Input records →
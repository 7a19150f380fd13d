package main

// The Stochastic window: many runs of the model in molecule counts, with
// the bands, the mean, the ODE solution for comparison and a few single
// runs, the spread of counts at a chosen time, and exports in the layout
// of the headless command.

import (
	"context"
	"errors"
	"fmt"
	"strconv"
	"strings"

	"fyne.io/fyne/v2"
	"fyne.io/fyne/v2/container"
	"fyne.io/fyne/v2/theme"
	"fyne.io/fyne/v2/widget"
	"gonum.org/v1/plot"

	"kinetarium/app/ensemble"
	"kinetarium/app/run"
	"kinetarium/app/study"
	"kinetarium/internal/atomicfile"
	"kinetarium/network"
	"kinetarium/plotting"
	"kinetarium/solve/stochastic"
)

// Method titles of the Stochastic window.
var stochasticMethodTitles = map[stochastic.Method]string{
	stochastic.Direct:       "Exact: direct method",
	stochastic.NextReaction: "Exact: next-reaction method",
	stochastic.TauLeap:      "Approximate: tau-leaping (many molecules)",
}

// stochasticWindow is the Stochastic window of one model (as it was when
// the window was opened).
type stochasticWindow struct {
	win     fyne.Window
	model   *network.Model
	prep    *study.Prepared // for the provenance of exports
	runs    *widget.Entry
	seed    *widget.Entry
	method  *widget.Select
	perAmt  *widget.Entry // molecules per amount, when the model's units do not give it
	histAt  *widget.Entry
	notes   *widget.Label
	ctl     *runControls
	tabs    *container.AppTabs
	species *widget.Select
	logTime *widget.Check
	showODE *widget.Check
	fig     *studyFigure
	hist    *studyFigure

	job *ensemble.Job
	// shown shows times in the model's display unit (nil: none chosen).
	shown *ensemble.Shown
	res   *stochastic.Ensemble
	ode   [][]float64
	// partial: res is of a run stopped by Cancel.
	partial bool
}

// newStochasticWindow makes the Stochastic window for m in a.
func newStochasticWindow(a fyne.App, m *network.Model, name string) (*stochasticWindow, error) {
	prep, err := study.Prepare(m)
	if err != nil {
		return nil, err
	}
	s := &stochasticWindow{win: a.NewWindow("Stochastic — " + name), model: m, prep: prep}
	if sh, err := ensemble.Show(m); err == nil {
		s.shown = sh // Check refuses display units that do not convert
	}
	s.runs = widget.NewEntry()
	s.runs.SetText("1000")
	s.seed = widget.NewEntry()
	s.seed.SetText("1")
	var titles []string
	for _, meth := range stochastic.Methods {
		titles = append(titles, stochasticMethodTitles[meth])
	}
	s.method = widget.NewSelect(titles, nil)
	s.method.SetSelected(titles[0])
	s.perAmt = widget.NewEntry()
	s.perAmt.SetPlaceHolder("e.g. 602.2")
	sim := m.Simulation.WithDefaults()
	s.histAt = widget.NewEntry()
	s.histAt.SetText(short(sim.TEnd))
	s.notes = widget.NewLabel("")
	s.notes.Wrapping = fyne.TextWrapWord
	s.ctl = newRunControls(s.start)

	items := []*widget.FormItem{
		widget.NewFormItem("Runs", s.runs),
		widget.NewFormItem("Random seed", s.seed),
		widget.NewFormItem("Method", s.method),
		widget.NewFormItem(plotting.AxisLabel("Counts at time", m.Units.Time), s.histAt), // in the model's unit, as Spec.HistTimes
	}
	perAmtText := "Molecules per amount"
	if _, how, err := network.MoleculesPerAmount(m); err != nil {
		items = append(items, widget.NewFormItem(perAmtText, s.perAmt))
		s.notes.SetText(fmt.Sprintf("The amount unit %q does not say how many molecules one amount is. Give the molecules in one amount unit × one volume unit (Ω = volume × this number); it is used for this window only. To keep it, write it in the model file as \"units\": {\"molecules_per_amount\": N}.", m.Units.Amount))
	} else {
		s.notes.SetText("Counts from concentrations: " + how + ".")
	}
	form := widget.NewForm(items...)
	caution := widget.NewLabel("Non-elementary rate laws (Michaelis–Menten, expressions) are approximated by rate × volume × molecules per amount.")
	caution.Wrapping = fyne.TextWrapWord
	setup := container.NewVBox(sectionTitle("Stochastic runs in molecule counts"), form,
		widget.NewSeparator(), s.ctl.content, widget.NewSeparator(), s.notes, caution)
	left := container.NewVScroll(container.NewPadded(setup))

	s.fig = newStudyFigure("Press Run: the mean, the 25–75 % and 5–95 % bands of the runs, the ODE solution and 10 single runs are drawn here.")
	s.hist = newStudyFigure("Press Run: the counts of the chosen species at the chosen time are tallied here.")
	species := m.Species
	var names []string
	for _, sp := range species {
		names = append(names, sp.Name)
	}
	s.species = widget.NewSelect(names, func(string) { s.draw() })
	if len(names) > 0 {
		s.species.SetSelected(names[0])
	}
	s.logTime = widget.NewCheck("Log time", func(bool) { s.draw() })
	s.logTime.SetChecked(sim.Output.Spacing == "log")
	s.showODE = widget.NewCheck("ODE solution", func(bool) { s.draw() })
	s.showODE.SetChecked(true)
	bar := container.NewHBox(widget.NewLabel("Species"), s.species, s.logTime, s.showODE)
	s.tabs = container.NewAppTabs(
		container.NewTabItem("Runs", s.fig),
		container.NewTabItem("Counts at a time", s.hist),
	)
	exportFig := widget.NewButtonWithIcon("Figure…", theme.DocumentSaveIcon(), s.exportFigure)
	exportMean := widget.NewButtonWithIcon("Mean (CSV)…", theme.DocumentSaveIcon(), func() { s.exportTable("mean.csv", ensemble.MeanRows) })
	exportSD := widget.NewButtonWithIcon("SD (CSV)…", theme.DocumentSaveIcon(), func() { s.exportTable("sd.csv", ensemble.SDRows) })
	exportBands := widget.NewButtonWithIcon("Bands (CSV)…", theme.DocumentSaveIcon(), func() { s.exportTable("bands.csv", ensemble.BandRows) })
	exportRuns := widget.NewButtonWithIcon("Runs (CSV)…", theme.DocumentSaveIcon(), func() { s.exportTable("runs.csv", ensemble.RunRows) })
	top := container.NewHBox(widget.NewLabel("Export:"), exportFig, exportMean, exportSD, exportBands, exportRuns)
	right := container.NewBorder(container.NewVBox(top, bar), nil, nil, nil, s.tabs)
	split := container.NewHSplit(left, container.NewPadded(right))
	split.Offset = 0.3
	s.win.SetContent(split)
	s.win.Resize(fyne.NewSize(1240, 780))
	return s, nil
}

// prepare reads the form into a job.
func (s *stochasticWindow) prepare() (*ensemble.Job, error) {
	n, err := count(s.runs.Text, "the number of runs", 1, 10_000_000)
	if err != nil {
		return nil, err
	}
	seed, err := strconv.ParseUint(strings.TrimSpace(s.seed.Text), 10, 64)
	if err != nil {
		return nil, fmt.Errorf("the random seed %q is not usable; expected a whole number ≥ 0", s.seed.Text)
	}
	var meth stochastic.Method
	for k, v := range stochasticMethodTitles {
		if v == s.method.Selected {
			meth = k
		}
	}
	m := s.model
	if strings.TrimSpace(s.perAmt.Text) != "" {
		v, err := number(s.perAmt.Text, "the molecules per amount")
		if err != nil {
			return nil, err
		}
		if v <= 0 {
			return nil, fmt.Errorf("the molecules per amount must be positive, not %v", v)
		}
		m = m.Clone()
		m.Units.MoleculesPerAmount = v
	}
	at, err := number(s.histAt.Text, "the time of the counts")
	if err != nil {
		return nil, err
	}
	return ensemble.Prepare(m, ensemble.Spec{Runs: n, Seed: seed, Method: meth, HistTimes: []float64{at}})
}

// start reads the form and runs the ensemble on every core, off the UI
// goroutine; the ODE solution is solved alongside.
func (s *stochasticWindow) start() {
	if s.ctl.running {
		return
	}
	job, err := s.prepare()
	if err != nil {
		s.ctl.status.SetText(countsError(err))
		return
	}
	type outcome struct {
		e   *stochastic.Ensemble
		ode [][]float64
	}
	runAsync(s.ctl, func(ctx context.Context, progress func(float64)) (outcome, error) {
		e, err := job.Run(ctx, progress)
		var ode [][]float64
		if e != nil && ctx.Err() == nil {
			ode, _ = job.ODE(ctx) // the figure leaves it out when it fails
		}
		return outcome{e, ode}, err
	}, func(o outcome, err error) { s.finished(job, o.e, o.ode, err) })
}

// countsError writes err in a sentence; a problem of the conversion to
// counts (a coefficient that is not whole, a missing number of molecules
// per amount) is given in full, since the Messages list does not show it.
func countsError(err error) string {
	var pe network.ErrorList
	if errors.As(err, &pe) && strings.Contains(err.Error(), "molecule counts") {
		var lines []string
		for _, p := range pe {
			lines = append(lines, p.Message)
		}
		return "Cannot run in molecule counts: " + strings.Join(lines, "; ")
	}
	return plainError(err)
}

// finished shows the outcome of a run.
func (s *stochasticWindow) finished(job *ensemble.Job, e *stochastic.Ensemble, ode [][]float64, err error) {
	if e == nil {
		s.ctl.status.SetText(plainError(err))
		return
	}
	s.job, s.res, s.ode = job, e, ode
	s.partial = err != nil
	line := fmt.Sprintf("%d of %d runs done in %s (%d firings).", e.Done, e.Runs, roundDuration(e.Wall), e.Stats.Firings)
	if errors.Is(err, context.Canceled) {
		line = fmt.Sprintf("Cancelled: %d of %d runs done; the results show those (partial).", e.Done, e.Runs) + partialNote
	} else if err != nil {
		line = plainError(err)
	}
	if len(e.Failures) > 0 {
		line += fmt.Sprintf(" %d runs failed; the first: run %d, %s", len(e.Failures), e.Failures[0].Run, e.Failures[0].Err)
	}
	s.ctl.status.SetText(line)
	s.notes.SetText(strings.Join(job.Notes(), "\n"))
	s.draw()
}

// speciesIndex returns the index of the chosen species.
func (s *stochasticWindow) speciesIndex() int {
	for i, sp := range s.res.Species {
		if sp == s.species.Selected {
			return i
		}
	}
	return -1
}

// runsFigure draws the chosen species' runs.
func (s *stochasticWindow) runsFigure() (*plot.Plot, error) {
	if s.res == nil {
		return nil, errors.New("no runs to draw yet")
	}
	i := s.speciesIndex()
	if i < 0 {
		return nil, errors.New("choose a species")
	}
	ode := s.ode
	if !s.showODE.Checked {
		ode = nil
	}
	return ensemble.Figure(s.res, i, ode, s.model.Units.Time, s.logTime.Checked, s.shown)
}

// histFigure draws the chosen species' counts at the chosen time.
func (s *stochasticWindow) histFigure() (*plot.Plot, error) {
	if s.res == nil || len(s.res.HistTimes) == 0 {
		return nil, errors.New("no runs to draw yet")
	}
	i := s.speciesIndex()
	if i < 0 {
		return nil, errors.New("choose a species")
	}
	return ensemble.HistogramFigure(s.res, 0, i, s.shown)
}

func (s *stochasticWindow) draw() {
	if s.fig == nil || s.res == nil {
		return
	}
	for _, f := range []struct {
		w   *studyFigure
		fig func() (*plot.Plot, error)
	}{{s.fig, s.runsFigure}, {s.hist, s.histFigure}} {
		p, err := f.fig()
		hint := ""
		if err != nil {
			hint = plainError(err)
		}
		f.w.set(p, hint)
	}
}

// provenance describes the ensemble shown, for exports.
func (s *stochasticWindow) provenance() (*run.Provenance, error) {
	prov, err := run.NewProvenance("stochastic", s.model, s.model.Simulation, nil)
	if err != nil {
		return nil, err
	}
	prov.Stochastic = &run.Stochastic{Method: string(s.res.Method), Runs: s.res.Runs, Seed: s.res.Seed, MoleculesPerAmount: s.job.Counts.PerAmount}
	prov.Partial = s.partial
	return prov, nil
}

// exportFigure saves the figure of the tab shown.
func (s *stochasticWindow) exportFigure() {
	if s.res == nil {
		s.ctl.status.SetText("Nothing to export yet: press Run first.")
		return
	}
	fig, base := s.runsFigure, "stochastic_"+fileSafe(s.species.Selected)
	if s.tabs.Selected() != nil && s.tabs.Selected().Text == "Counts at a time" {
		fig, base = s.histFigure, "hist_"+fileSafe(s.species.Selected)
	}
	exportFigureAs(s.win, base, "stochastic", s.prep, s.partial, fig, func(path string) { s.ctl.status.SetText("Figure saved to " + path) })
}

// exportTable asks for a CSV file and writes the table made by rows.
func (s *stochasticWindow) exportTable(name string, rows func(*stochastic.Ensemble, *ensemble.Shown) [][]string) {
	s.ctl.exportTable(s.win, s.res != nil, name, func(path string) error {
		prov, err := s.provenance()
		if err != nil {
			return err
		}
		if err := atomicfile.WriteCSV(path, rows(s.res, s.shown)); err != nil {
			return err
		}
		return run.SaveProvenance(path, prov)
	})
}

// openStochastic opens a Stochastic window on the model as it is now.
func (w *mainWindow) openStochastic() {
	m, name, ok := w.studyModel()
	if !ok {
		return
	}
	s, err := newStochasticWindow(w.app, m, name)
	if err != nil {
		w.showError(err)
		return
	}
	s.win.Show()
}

Directions → Using only the listing above, restate exactly the lines from the line containing "s.model.Units.Time, s.logTime.Checked, s.shown)" through the line containing "func (s *stochasticWindow) provenance()", both included.

Finished exercise →
	return ensemble.Figure(s.res, i, ode, s.model.Units.Time, s.logTime.Checked, s.shown)
}

// histFigure draws the chosen species' counts at the chosen time.
func (s *stochasticWindow) histFigure() (*plot.Plot, error) {
	if s.res == nil || len(s.res.HistTimes) == 0 {
		return nil, errors.New("no runs to draw yet")
	}
	i := s.speciesIndex()
	if i < 0 {
		return nil, errors.New("choose a species")
	}
	return ensemble.HistogramFigure(s.res, 0, i, s.shown)
}

func (s *stochasticWindow) draw() {
	if s.fig == nil || s.res == nil {
		return
	}
	for _, f := range []struct {
		w   *studyFigure
		fig func() (*plot.Plot, error)
	}{{s.fig, s.runsFigure}, {s.hist, s.histFigure}} {
		p, err := f.fig()
		hint := ""
		if err != nil {
			hint = plainError(err)
		}
		f.w.set(p, hint)
	}
}

// provenance describes the ensemble shown, for exports.
func (s *stochasticWindow) provenance() (*run.Provenance, error) {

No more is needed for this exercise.